:: Exercise directions ::
If a line in the records below contains the word "with", copy it out.

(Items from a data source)
import { describe, test, expect, beforeAll } from 'vitest';
import { randomUUID } from 'node:crypto';
import { usePoolWorld, newBin, appErrorOf } from '../support/fixtures';
import { QueryTypes } from 'sequelize';
import { sqlErrorCode, sequelize } from '../support/db';
import { callRoute, json, sessionUser } from '../support/route';
import { recordScan } from '@/lib/scans/scan-service.server';
import { voidScan } from '@/lib/scans/scan-corrections.server';
import type { SessionUser } from '@/lib/accounts/session-user.server';
import { startLoad, addBinToLoad, dispatchLoad } from '@/lib/loads/load-service.server';
import { loadYardHome } from '@/lib/yard/yard-home.server';
import { loadDepotSnapshot } from '@/lib/yard/depot-snapshot.server';
import { ordersAt } from '@/lib/yard/action-options.server';
import { commandOrder, createOrder, fillPlannerData, listOrders, orderView, tariffOn } from '@/lib/planning/orders.server';
import { orderInputSchema, DEFAULT_ORDER_LIST } from '@/lib/planning/order-forms';
import { addDays, localDate } from '@/lib/calendar';
import { HireOrder, Organisation, Site, Tariff } from '@/models';
import * as listRoute from '@/pages/api/planning/orders/index';
import * as statusRoute from '@/pages/api/planning/orders/[id]/status';

process.env.AUTH_SECRET ??= 'test-secret';
const w = usePoolWorld();
const sel = <T extends object>(sql: string, bind: unknown[] = []) => sequelize.query<T>(sql, { bind, type: QueryTypes.SELECT });
const actor = () => ({ userId: w.planner.id, ip: '127.0.0.1' });
const today = () => localDate(new Date(), 'Europe/Amsterdam');

async function refused(p: Promise<unknown>, code: string, message: RegExp) {
  const err = await appErrorOf(p);
  expect(err.code).toBe(code);
  expect(err.message).toMatch(message);
}

async function preparedBin() {
  const bin = await newBin(w);
  await recordScan(w.yard, { clientEventId: randomUUID(), assetId: bin.id, action: 'prep_check', prepResult: 'pass', siteId: w.depot.id });
  await recordScan(w.yard, { clientEventId: randomUUID(), assetId: bin.id, action: 'fit_liner', linerLotId: w.lot.id, siteId: w.depot.id });
  return bin;
}

function input(extra: Record<string, unknown> = {}) {
  return orderInputSchema.parse({
    customerId: w.customer.id,
    deliverySiteId: w.customerSite.id,
    depotSiteId: w.depot.id,
    binTypeId: w.binType.id,
    quantity: 3,
    neededBy: addDays(today(), 2),
    ...extra,
  });
}

beforeAll(async () => {
  // The customer's tariffs: an old one up to yesterday, the current one open-ended.
  await Tariff.create({
    customerId: w.customer.id,
    freeDays: 10,
    dailyRate: '1.50',
    perTripFee: '20.00',
    lostBinFee: '700.00',
    currency: 'EUR',
    validFrom: '2020-01-01',
    validTo: addDays(today(), -1),
  });
  await Tariff.create({
    customerId: w.customer.id,
    freeDays: 14,
    dailyRate: '1.75',
    perTripFee: '22.00',
    lostBinFee: '750.00',
    currency: 'EUR',
    validFrom: today(),
    validTo: null,
  });
});

describe('tariffs with effective dates', () => {
  test('the order reads the tariff in force at its wanted date, both ends included', async () => {
    expect((await tariffOn(w.customer.id, addDays(today(), -1)))?.dailyRate).toBe('1.50');
    expect((await tariffOn(w.customer.id, today()))?.dailyRate).toBe('1.75');
    expect(await tariffOn(w.customer.id, '2019-12-31')).toBeNull();
  });
  test('overlapping tariffs of one customer are refused by the database', async () => {
    const code = await sqlErrorCode(
      `INSERT INTO tariffs (customer_id, free_days, daily_rate, per_trip_fee, lost_bin_fee, currency, valid_from) VALUES ($1, 7, 1, 1, 1, 'EUR', $2)`,
      [w.customer.id, addDays(today(), 30)],
    );
    expect(code).toBe('23P01'); // exclusion violation
  });
  test('an order with no tariff in force cannot be confirmed; as a draft it is kept', async () => {
    const other = await Organisation.create({ name: 'No Terms Ltd', kind: 'customer', contactEmail: null });
    const site = await Site.create({ organisationId: other.id, code: 'CUS-NT', name: 'No terms site', kind: 'customer', address: null, latitude: '52', longitude: '5' });
    await refused(createOrder(input({ customerId: other.id, deliverySiteId: site.id, confirm: true }), actor()), 'unprocessable', /no tariff in force/);
    const draft = await createOrder(input({ customerId: other.id, deliverySiteId: site.id }), actor());
    expect(draft.status).toBe('draft');
    const view = await orderView(draft.id);
    expect(view!.tariff).toBeNull();
    expect(view!.commands.map((c) => c.command)).toEqual(['confirm', 'cancel']);
    await expect(commandOrder(draft.id, { command: 'confirm', version: view!.version }, actor())).rejects.toMatchObject({ code: 'unprocessable' });
  });
});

:: Written solution ::
describe('tariffs with effective dates', () => {
  test('an order with no tariff in force cannot be confirmed; as a draft it is kept', async () => {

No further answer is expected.